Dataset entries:
* * * * * * *

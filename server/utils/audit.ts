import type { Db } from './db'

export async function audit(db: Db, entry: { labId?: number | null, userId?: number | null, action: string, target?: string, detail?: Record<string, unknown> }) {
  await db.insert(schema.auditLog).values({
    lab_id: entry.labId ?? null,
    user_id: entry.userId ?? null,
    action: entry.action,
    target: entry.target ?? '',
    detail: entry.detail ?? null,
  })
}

* * * * * * *

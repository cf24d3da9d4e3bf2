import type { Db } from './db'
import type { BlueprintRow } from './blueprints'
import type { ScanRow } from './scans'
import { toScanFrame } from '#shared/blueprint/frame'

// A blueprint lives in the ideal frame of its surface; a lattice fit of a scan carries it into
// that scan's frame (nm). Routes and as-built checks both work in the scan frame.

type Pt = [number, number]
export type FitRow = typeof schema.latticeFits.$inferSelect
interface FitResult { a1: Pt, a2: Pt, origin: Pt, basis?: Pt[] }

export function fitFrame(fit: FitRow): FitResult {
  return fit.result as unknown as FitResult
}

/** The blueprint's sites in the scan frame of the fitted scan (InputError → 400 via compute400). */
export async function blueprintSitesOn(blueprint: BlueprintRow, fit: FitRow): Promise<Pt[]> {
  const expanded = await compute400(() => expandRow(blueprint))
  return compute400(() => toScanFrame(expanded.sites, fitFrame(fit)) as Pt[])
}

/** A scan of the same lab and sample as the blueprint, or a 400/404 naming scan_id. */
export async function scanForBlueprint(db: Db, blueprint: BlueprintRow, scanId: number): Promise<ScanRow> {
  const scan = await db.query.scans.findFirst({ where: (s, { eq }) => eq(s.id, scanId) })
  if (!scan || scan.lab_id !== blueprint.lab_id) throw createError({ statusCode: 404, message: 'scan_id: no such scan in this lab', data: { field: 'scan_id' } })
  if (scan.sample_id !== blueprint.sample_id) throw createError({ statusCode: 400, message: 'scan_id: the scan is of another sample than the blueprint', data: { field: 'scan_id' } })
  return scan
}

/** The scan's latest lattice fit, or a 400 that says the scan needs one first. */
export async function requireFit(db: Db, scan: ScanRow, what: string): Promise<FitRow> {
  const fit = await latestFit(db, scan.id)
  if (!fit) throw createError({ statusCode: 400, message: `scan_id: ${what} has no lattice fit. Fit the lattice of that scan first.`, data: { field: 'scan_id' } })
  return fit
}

* * * * * * *

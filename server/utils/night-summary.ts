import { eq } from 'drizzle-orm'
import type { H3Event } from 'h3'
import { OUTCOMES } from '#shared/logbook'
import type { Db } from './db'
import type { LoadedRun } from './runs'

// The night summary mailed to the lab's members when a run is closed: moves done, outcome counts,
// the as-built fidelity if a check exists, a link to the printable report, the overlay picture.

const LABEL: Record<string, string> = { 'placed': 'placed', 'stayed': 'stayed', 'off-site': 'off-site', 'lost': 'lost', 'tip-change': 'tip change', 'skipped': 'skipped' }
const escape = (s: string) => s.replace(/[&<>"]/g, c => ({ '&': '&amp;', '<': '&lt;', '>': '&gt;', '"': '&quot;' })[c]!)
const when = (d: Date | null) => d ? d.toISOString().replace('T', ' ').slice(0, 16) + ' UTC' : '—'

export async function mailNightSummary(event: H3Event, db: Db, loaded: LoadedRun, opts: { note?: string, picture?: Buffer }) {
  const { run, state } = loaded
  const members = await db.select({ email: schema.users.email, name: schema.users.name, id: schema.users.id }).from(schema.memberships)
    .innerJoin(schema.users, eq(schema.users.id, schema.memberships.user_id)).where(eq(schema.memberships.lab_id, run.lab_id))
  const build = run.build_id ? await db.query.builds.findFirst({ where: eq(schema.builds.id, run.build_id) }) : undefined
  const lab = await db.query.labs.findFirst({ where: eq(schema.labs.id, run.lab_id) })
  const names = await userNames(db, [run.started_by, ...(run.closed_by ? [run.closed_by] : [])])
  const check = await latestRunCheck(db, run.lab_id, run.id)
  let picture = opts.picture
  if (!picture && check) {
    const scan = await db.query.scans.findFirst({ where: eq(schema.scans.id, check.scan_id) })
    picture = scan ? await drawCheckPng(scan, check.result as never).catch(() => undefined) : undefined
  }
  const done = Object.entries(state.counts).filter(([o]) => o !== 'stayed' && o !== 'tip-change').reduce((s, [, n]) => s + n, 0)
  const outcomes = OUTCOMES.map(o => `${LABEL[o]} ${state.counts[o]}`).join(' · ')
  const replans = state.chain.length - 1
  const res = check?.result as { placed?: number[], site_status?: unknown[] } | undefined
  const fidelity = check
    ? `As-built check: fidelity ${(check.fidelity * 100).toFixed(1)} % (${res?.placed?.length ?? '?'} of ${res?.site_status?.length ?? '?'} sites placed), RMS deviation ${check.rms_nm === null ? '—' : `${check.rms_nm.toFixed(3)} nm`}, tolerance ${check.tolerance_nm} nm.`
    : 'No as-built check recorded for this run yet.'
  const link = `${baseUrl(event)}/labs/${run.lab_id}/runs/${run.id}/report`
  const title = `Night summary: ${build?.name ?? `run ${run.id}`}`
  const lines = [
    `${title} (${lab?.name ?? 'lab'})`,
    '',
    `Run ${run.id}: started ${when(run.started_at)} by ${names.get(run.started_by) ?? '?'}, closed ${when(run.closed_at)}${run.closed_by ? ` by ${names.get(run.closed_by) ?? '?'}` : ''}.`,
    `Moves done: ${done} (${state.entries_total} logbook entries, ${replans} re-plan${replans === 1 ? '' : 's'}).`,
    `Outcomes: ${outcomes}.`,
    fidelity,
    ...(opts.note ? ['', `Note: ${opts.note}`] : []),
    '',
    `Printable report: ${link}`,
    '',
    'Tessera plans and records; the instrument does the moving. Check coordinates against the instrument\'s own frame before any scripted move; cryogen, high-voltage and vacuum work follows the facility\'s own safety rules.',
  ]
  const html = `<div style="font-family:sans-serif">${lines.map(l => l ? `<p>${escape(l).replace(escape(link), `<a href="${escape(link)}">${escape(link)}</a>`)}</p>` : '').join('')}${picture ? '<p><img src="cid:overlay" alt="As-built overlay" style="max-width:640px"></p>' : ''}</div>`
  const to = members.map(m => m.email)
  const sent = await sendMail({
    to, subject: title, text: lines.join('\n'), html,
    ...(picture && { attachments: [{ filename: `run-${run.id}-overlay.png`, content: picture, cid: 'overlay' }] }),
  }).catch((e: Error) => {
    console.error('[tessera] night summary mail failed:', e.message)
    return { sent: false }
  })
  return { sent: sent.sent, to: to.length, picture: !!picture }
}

* * * * * * *

> _ACTION ITEM_: The expected answer is each line of the records above that includes the string "LoadedRun".

> _THE COMPLETED TASK_:
import type { LoadedRun } from './runs'
export async function mailNightSummary(event: H3Event, db: Db, loaded: LoadedRun, opts: { note?: string, picture?: Buffer }) {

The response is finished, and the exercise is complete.